1. KAPITEL
Als Dana Landry ihre eigensinnige Tochter Callie im Reitstall endlich eingeholt hatte, war ihre erste Reaktion Erleichterung. Doch ihre nächste Reaktion war Irritation - eine höchst weibliche Irritation, hervorgerufen von dem Mann, der vor ihrer achtjährigen Tochter hockte und sich lebhaft mit ihr unterhielt.
Callie hatte einen Cowboy entdeckt - und was für einen!
Seine breiten Schultern und das markante Profil verrieten Stärke und Energie; die hautengen abgetragenen Jeans unterstrichen seine männliche Ausstrahlung.
An sich hätte es Dana beruhigen müssen, dass es Callie gut ging. Stattdessen schlug ihr Herz wie verrückt, und das nur wegen dieses Mannes. Nicht etwa, weil er gefährlich aussah. Auch nicht deshalb, weil Callie normalerweise niemals mit Fremden sprach, da sie fast nie eine Antwort erhielt. Dieser typisch texanische Cowboy schien sich sogar gern mit ihr zu unterhalten. Ein Lächeln erhellte seine Züge, ein aufrichtiges Lächeln, kein mitleidiges wie sonst immer. Und Callie hing an jedem seiner Worte oder genauer gesagt, an jeder seiner Gesten.
Denn Callie war taub.
Der Mann sprach mit seinen großen Händen in flüssigen, rhythmischen Bewegungen.
Callie schien vollkommen hingerissen von ihm zu sein. Ein strahlendes Lächeln lag auf ihrem pausbäckigen Gesicht, und ihre blauen Augen leuchteten, während sie sich auf das lautlose Gespräch konzentrierte.
Eine Weile stand Dana wie gebannt da, bevor sie zu den beiden ging.
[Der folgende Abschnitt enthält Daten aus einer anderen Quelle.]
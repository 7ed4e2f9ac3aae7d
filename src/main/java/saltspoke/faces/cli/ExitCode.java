package saltspoke.faces.cli;

import saltspoke.values.Refusal;

/** The exit codes that the help documents. */
final class ExitCode {
  static final int DONE = 0;
  static final int BUG = 1;
  static final int WRONG_USE = 2;
  static final int NOT_FOUND = 3;
  static final int DATA_DAMAGED = 4;

  private ExitCode() {}

  static int of(Refusal refusal) {
    return switch (refusal.kind()) {
      case WRONG_USE -> WRONG_USE;
      case NOT_FOUND, OUT_OF_RANGE -> NOT_FOUND;
      case DATA_DAMAGED -> DATA_DAMAGED;
    };
  }
}
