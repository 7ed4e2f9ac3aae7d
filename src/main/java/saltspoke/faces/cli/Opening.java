package saltspoke.faces.cli;

import java.nio.file.Path;
import saltspoke.faces.Answers;
import saltspoke.faces.LocalCorrections;
import saltspoke.fields.DataSet;
import saltspoke.values.Refusal;

/** Opens the data set that a command line names, else the shipped one. */
final class Opening {
  private Opening() {}

  static DataSet dataSet(Path directory) {
    return directory == null ? DataSet.shipped() : DataSet.in(directory);
  }

  static Answers answers(Path directory) {
    return new Answers(dataSet(directory));
  }

  /** Answers over a data set and the local measurements that a command line names, if any. */
  static Answers answers(Path directory, CorrectionsOption corrections) {
    LocalCorrections read = LocalCorrections.NONE;
    if (corrections.file != null && corrections.stations != null) {
      throw Refusal.wrongUse(
          "too-many", "stations", corrections.stations, "either --corrections or --stations");
    }
    if (corrections.file != null) {
      read = LocalCorrections.read(corrections.file);
    } else if (corrections.stations != null) {
      read = LocalCorrections.stations(corrections.stations);
    }
    return new Answers(dataSet(directory), read);
  }
}
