package saltspoke.faces.cli;

import com.fasterxml.jackson.databind.node.ArrayNode;
import com.fasterxml.jackson.databind.node.ObjectNode;
import java.io.IOException;
import java.io.PrintWriter;
import java.nio.file.Files;
import java.nio.file.Path;
import java.util.Arrays;
import java.util.LinkedHashMap;
import java.util.List;
import java.util.Locale;
import java.util.Map;
import java.util.concurrent.Callable;
import picocli.CommandLine.Command;
import picocli.CommandLine.Mixin;
import picocli.CommandLine.Model.CommandSpec;
import picocli.CommandLine.Option;
import picocli.CommandLine.Spec;
import saltspoke.atlas.AreaTally;
import saltspoke.atlas.AreaValue;
import saltspoke.atlas.AtlasFrame;
import saltspoke.atlas.AtlasLayer;
import saltspoke.atlas.AtlasRun;
import saltspoke.atlas.PlaneToEarth;
import saltspoke.atlas.PointValues;
import saltspoke.faces.About;
import saltspoke.faces.Answers;
import saltspoke.faces.Parameters;
import saltspoke.faces.Questions;
import saltspoke.faces.Texts;
import saltspoke.faces.export.AreaGeoJson;
import saltspoke.faces.export.AtlasPicture;
import saltspoke.faces.export.AtlasWorkFile;
import saltspoke.faces.export.CloudGeoTiff;
import saltspoke.faces.export.CoordinateSystem;
import saltspoke.faces.json.Json;
import saltspoke.faces.picture.LayerStyle;
import saltspoke.faces.picture.LayerStyles;
import saltspoke.values.Note;
import saltspoke.values.Refusal;

/** {@code atlas}: rasters, pictures and regions of any layer, for a box or the world. */
@Command(
    name = "atlas",
    description = {
      "Rasters of any layer for a box or the world.",
      "Every cell holds the answer of the point in its middle. The name of --out says the form: .tif (cloud-optimised GeoTIFF), .png (picture",
      "with legend), .geojson (by region); give --out more than once for several. A run that was",
      "killed goes on where it stopped when the same command is given again.",
      ""
    },
    footer = {
      "",
      "Layers:",
      "  class-METAL, loss-METAL (carbon-steel, zinc, copper, aluminium), temperature, humidity,",
      "  chloride, so2, wet-hours, near-freezing-days; first-look with the options of a wheel",
      "",
      "Examples:",
      "  saltspoke atlas --layer class-carbon-steel --out world.tif --out world.png",
      "  saltspoke atlas --layer chloride --box -11,49,2,61 --step 0.05 --out isles.geojson",
      "  saltspoke atlas --layer wet-hours --box 0,42,20,56 --crs EPSG:3035 --step 10000 \\",
      "      --out europe.tif",
      "  saltspoke atlas --layer first-look --profile all-winter-commuter --rim carbon-bare \\",
      "      --nipple brass-nickel --interface none --spoke stainless --box 5,45,16,56 \\",
      "      --out germany.png"
    })
final class AtlasCommand implements Callable<Integer> {
  private static final double[] WORLD = {-180, -90, 180, 90};

  @Spec private CommandSpec spec;
  @Mixin private WheelOptions wheel;
  @Mixin private CommonOptions common;
  @Mixin private CorrectionsOption corrections;

  @Option(names = "--layer", paramLabel = "LAYER", required = true, description = "What to show.")
  private String layer;

  @Option(
      names = "--out",
      paramLabel = "FILE",
      required = true,
      description = "File to write: .tif, .png or .geojson.")
  private List<Path> out;

  @Option(
      names = "--box",
      paramLabel = "W,S,E,N",
      description = "Edges in degrees; west may exceed east across 180° (the world).")
  private String box;

  @Option(
      names = "--step",
      paramLabel = "STEP",
      description = "Size of a cell: degrees (0.25), or metres where the system has them (25000).")
  private Double step;

  @Option(
      names = "--crs",
      paramLabel = "EPSG:n",
      description = "Coordinate system of the cells (EPSG:4326, degrees).")
  private String crs = "EPSG:4326";

  @Option(names = "--threads", paramLabel = "N", description = "Threads, 1..64 (all cores).")
  private int threads = Runtime.getRuntime().availableProcessors();

  @Override
  public Integer call() throws IOException, InterruptedException {
    AtlasLayer which = Parameters.choose("layer", layer, AtlasLayer.values(), AtlasLayer::id);
    out.forEach(AtlasCommand::form);
    if (threads < 1 || threads > 64) {
      throw Refusal.outOfRange("threads", threads, "1..64");
    }
    Map<String, String> values = wheel.values();
    PlaceOptions.put(values, "lang", common.language);
    Parameters parameters = new Parameters(values, Questions.ATLAS);
    Texts texts = Answers.textsFor(parameters);
    double[] edges = box == null ? WORLD : edges(box);
    CoordinateSystem system = CoordinateSystem.of(crs);
    AtlasFrame frame = system.frame(edges, step(system));
    PlaneToEarth earth = system.toEarth(edges);
    Answers answers = Opening.answers(common.data, corrections).prepare();
    PointValues points = points(answers, which, parameters);

    Path workFile = out.get(0).resolveSibling(out.get(0).getFileName() + ".part");
    String request =
        String.join(
            "\n",
            About.version(),
            which.id(),
            frame.toString(),
            Arrays.toString(edges),
            values.toString(),
            content(wheel.profileFile),
            content(corrections.file),
            answers.dataSet().manifest().files().toString());
    PrintWriter err = spec.commandLine().getErr();
    try (AtlasWorkFile tiles = AtlasWorkFile.open(workFile, request, frame.tiles())) {
      if (tiles.count() > 0) {
        err.printf("going on: %d of %d tiles are there%n", tiles.count(), frame.tiles());
      }
      ProgressLine progress = new ProgressLine(err, "land cells");
      new AtlasRun(frame, earth, points, threads).into(tiles, progress::report);
      for (Path file : out) {
        write(file, which, frame, earth, tiles, edges, points, answers, texts);
      }
      tell(which, frame);
    }
    Files.delete(workFile);
    return ExitCode.DONE;
  }

  private static String content(Path file) throws IOException {
    return file == null ? "" : Files.readString(file);
  }

  private PointValues points(Answers answers, AtlasLayer which, Parameters parameters) {
    if (which != AtlasLayer.FIRST_LOOK) {
      return answers.values(which);
    }
    return wheel.profileFile == null
        ? answers.firstLook(parameters)
        : answers.firstLook(parameters, wheel.ownProfile(parameters));
  }

  private void write(
      Path file,
      AtlasLayer which,
      AtlasFrame frame,
      PlaneToEarth earth,
      AtlasWorkFile tiles,
      double[] edges,
      PointValues points,
      Answers answers,
      Texts texts)
      throws IOException {
    String title = texts.say("page-layer-" + which.id());
    String source = texts.say(Note.of("atlas-source", "version", About.version()));
    switch (form(file)) {
      case "png" -> {
        LayerStyle style = LayerStyles.of(which);
        String unit = which == AtlasLayer.FIRST_LOOK ? texts.say("atlas-months") : style.unit();
        AtlasPicture.write(
            file,
            frame,
            style,
            tiles,
            new AtlasPicture.Words(title, wheel.title(texts), unit, source));
      }
      case "geojson" -> {
        List<AreaValue> areas =
            AreaTally.of(
                answers.regions().all(), frame, earth, tiles, which.ofClasses(), edges, points);
        Map<String, String> about = new LinkedHashMap<>();
        about.put("title", title);
        about.put("source", source);
        AreaGeoJson.write(file, which, areas, about);
      }
      default -> CloudGeoTiff.write(file, frame, which, tiles, description(which));
    }
  }

  private void tell(AtlasLayer which, AtlasFrame frame) throws IOException {
    ObjectNode answer = Json.object();
    answer.put("layer", which.id());
    answer.put("unit", which.unit());
    answer.put("crs", "EPSG:" + frame.epsg());
    answer.put("columns", frame.columns());
    answer.put("rows", frame.rows());
    ArrayNode files = answer.putArray("files");
    StringBuilder lines = new StringBuilder();
    for (Path file : out) {
      files.addObject().put("file", file.toString()).put("bytes", Files.size(file));
      AirText.line(
          lines,
          "%s: %d × %d cells, %,d bytes",
          file,
          frame.columns(),
          frame.rows(),
          Files.size(file));
    }
    spec.commandLine()
        .getOut()
        .print(common.json ? Json.pretty(answer) + System.lineSeparator() : lines);
  }

  private static String description(AtlasLayer which) {
    return String.format(
        "Saltspoke %s, %s, %s, value of the middle of each cell; missing at sea. Made from maps of"
            + " ITU-R, NOAA and US Navy climatologies, GSHHG (LGPL-3), GeoNames (CC BY 4.0), Natural"
            + " Earth; see saltspoke about --licences",
        About.version(), which.id(), which.unit());
  }

  private double step(CoordinateSystem system) {
    double size = step == null ? (system.inDegrees() ? 0.25 : 25_000) : step;
    double least = system.inDegrees() ? 0.001 : 100;
    double most = system.inDegrees() ? 30 : 3_000_000;
    if (!(size >= least && size <= most)) {
      throw Refusal.outOfRange(
          "step", size, least + ".." + most + (system.inDegrees() ? " degrees" : " metres"));
    }
    return size;
  }

  private static double[] edges(String text) {
    String allowed = "W,S,E,N in degrees, such as -11,49,2,61";
    String[] parts = text.split(",", -1);
    if (parts.length != 4) {
      throw Refusal.wrongUse("not-a-box", "box", Parameters.shortened(text), allowed);
    }
    double[] southWest = Parameters.latitudeLongitude("box", parts[1] + "," + parts[0]);
    double[] northEast = Parameters.latitudeLongitude("box", parts[3] + "," + parts[2]);
    double east = northEast[1] <= southWest[1] ? northEast[1] + 360 : northEast[1];
    if (!(northEast[0] > southWest[0])) {
      throw Refusal.outOfRange("box", Parameters.shortened(text), allowed + ", north above south");
    }
    return new double[] {southWest[1], southWest[0], east, northEast[0]};
  }

  private static String form(Path file) {
    String name = file.getFileName().toString().toLowerCase(Locale.ROOT);
    String end = name.substring(name.lastIndexOf('.') + 1);
    return switch (end) {
      case "tif", "tiff" -> "tif";
      case "png" -> "png";
      case "geojson", "json" -> "geojson";
      default ->
          throw Refusal.wrongUse("unknown-form", "out", file, "a name in .tif, .png or .geojson");
    };
  }
}
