package saltspoke.faces.cli;

import java.io.IOException;
import java.io.InputStream;
import java.nio.file.Files;
import java.nio.file.Path;
import java.util.Map;
import java.util.Optional;
import java.util.concurrent.Callable;
import picocli.CommandLine.Command;
import picocli.CommandLine.Mixin;
import picocli.CommandLine.Model.CommandSpec;
import picocli.CommandLine.Option;
import picocli.CommandLine.Spec;
import saltspoke.atlas.RegionOutlook;
import saltspoke.faces.Answers;
import saltspoke.faces.Parameters;
import saltspoke.faces.Questions;
import saltspoke.faces.Texts;
import saltspoke.faces.json.Json;
import saltspoke.faces.json.RegionJson;
import saltspoke.places.Area;
import saltspoke.sources.DrawnPolygons;
import saltspoke.values.Refusal;
import saltspoke.wheel.RidingProfile;

/** {@code region}: classes and pairings for the people of a region. */
@Command(
    name = "region",
    description = {
      "Classes and, with a profile, pairings for the people of a region.",
      "Shares of its towns by population. A region is a state, province or department by any of its",
      "names, a larger unit, or a country; or a polygon of your own.",
      ""
    },
    footer = {
      "",
      "Examples:",
      "  saltspoke region Bretagne",
      "  saltspoke region \"Nord, FR\" --profile all-winter-commuter --rim carbon-bare",
      "  saltspoke region --polygon sales-area.geojson --json"
    })
final class RegionCommand implements Callable<Integer> {
  @Spec private CommandSpec spec;
  @Mixin private WheelOptions wheel;
  @Mixin private CommonOptions common;
  @Mixin private CorrectionsOption corrections;

  @picocli.CommandLine.Parameters(
      paramLabel = "NAME",
      arity = "0..1",
      description = "Name of a region, in any of five languages; \", COUNTRY\" narrows it.")
  private String name;

  @Option(
      names = "--polygon",
      paramLabel = "FILE.geojson",
      description = "Polygon or MultiPolygon in place of a name (RFC 7946).")
  private Path polygon;

  @Option(
      names = "--sample",
      paramLabel = "N",
      description = "Towns at which wheels are worked out, 4..400 (32).")
  private String sample;

  @Override
  public Integer call() throws IOException {
    Map<String, String> values = wheel.values();
    PlaceOptions.put(values, "region", name);
    PlaceOptions.put(values, "sample", sample);
    PlaceOptions.put(values, "lang", common.language);
    Parameters parameters = new Parameters(values, Questions.REGION);
    Texts texts = Answers.textsFor(parameters);
    Answers answers = Opening.answers(common.data, corrections).prepare();
    Area area = area(answers, parameters);
    Optional<RidingProfile> profile =
        wheel.profileFile == null
            ? answers.namedProfile(parameters)
            : Optional.of(wheel.ownProfile(parameters));
    RegionOutlook outlook =
        answers.outlook(
            area,
            polygon == null ? answers.regions().belongingTo(area) : area::contains,
            parameters,
            profile);
    spec.commandLine()
        .getOut()
        .println(
            common.json
                ? Json.pretty(RegionJson.of(outlook, texts))
                : RegionText.of(outlook, texts));
    return ExitCode.DONE;
  }

  private Area area(Answers answers, Parameters parameters) throws IOException {
    Optional<String> region = parameters.text("region");
    if (region.isPresent() == (polygon != null)) {
      throw Refusal.wrongUse(
          "name-or-polygon", "region", region.orElse(""), "a region's name, or --polygon FILE");
    }
    if (region.isPresent()) {
      return answers.regions().find(region.get());
    }
    if (!Files.isReadable(polygon)) {
      throw Refusal.notFound("unreadable-file", "polygon", polygon, "a file that can be read");
    }
    String file = polygon.getFileName().toString();
    try (InputStream in = Files.newInputStream(polygon)) {
      return new Area(file, "", "", DrawnPolygons.read(in, file));
    }
  }
}
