package saltspoke.faces.cli;

import java.io.IOException;
import java.io.PrintWriter;
import java.nio.file.Files;
import java.nio.file.Path;
import java.util.List;
import java.util.Locale;
import picocli.CommandLine.Command;
import picocli.CommandLine.Model.CommandSpec;
import picocli.CommandLine.Parameters;
import picocli.CommandLine.Spec;
import saltspoke.atlas.stations.StationDataSet;
import saltspoke.fields.Manifest;
import saltspoke.values.Refusal;

/** {@code datasets}: the station data sets beside the shipped world. */
@Command(
    name = "datasets",
    description = {
      "List, compare and remove station data sets. The shipped world is never touched.",
      ""
    },
    footer = {
      "",
      "Examples:",
      "  saltspoke datasets list .",
      "  saltspoke datasets compare north-sea north-sea-new",
      "  saltspoke datasets remove north-sea",
      "  saltspoke air --place \"Kiel, DE\" --stations north-sea"
    },
    mixinStandardHelpOptions = true)
final class DatasetsCommand implements Runnable {
  @Spec private CommandSpec spec;

  @Override
  public void run() {
    spec.commandLine().usage(spec.commandLine().getOut());
  }

  @Command(
      name = "list",
      description = "List the station data sets in a folder.",
      mixinStandardHelpOptions = true)
  int list(
      @Parameters(
              paramLabel = "FOLDER",
              arity = "0..1",
              defaultValue = ".",
              description = "Folder to look in (.).")
          Path folder)
      throws IOException {
    if (!Files.isDirectory(folder)) {
      throw Refusal.notFound("no-folder", "FOLDER", folder, "a folder that can be read");
    }
    PrintWriter out = spec.commandLine().getOut();
    List<Path> found = StationDataSet.in(folder);
    if (found.isEmpty()) {
      out.println("No station data set in " + folder);
    }
    for (Path path : found) {
      StationDataSet set = StationDataSet.open(path);
      out.printf(
          Locale.ROOT,
          "%s: %d stations in use, %d station years, %d files set aside, %,d bytes; %s%n",
          path,
          set.used(),
          set.stationYears(),
          set.setAside(),
          set.manifest().files().stream().mapToLong(Manifest.Entry::bytes).sum(),
          set.manifest().files().get(0).attribution());
      IngestStationsCommand.judged(set.judgements()).forEach(line -> out.println("  " + line));
    }
    return ExitCode.DONE;
  }

  @Command(
      name = "compare",
      description = "Set one station data set against another.",
      mixinStandardHelpOptions = true)
  int compare(
      @Parameters(paramLabel = "FIRST", description = "Folder of one.") Path first,
      @Parameters(paramLabel = "SECOND", description = "Folder of the other.") Path second) {
    StationDataSet.Difference difference =
        StationDataSet.open(first).compare(StationDataSet.open(second));
    PrintWriter out = spec.commandLine().getOut();
    out.printf(
        "%d station months in both, %d only in %s, %d only in %s%n",
        difference.inBoth(), difference.onlyFirst(), first, difference.onlySecond(), second);
    if (difference.inBoth() > 0) {
      out.printf(
          Locale.ROOT,
          "Second less first, mean: %+.3f K, %+.3f points of humidity, %+.2f wet hours a month%n",
          difference.temperatureK(),
          difference.humidityPct(),
          difference.wetHours());
    }
    return ExitCode.DONE;
  }

  @Command(
      name = "remove",
      description = "Remove a station data set.",
      mixinStandardHelpOptions = true)
  int remove(@Parameters(paramLabel = "DIR", description = "Its folder.") Path folder)
      throws IOException {
    StationDataSet.remove(folder);
    spec.commandLine().getOut().println("Removed " + folder);
    return ExitCode.DONE;
  }
}
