package saltspoke.faces.cli;

import java.io.PrintWriter;
import java.util.List;
import java.util.Locale;
import java.util.concurrent.Callable;
import picocli.CommandLine.Command;
import picocli.CommandLine.Mixin;
import picocli.CommandLine.Model.CommandSpec;
import picocli.CommandLine.Option;
import picocli.CommandLine.Parameters;
import picocli.CommandLine.Spec;
import saltspoke.faces.json.Json;
import saltspoke.faces.json.PlacesJson;
import saltspoke.places.PlaceHit;
import saltspoke.values.Refusal;

/** {@code places}: towns whose name begins as asked, most populous first. */
@Command(
    name = "places",
    description = "Find towns by the beginning of their name, most populous first.",
    footer = {"", "Example:", "  saltspoke places \"San Sebastian, ES\""})
final class PlacesCommand implements Callable<Integer> {
  @Spec private CommandSpec spec;
  @Mixin private CommonOptions common;

  @Parameters(
      paramLabel = "NAME",
      description = "Beginning of a name; a country may follow a comma.")
  private String query;

  @Option(names = "--limit", paramLabel = "N", description = "At most this many, 1..50 (10).")
  private int limit = 10;

  @Override
  public Integer call() {
    if (limit < 1 || limit > 50) {
      throw Refusal.outOfRange("limit", limit, "1..50");
    }
    List<PlaceHit> hits = Opening.answers(common.data).search(query, limit);
    PrintWriter out = spec.commandLine().getOut();
    if (common.json) {
      out.println(Json.pretty(PlacesJson.of(hits)));
      return ExitCode.DONE;
    }
    if (hits.isEmpty()) {
      throw Refusal.notFound(
          "no-such-place",
          "place",
          query,
          "another spelling, a larger town near by, or --at LAT,LON");
    }
    for (PlaceHit hit : hits) {
      out.println(
          String.format(
              Locale.ROOT,
              "%s, %s, %s   %.4f,%.4f   %s   population %,d",
              hit.name(),
              hit.regionName(),
              hit.countryName(),
              hit.lat(),
              hit.lon(),
              hit.elevationM().isPresent()
                  ? Math.round(hit.elevationM().getAsDouble()) + " m"
                  : "height unknown",
              hit.population()));
    }
    return ExitCode.DONE;
  }
}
Sie legte ihrer Tochter die Hände auf die Schultern und drehte sie zu sich herum. “Callie Renee Landry, du hättest nicht ohne mich hier hineingehen sollen.”
Der Cowboy richtete sich zu seiner vollen Größe auf, die ebenso beachtlich war wie alles andere an ihm.
“He, ist schon okay”, meinte er. “Ich hab sie gefunden, als sie auf den Bretterverschlag geklettert ist. Sie wollte nur einen Blick auf Pete hier drinnen werfen. Ist ja nichts passiert.”
Der Klang seiner vollen Stimme verblüffte Dana. Sie hatte angenommen, er sei ebenfalls gehörgeschädigt. “Bitte verzeihen Sie”, erwiderte sie lächelnd. “In ihrer Begeisterung bringt meine Tochter sich öfter mal in Schwierigkeiten.”
Sie blickte nach unten, da Callie ihr unaufhörlich auf die Hüfte tippte. Heftig die Hände bewegend, sah ihre Tochter sie stirnrunzelnd an.
Dana sprach ganz deutlich, sodass Callie die Worte von ihren Lippen ablesen konnte. “Du sollst nicht ohne mich loslaufen.”
Der Mann lächelte Callie zu und fuhr ihr durch die roten Haare. “Deine Mom hat recht. Du willst doch nicht, dass sie sich in ihren Reithosen verheddert, nur weil du plötzlich verschwunden bist, oder?”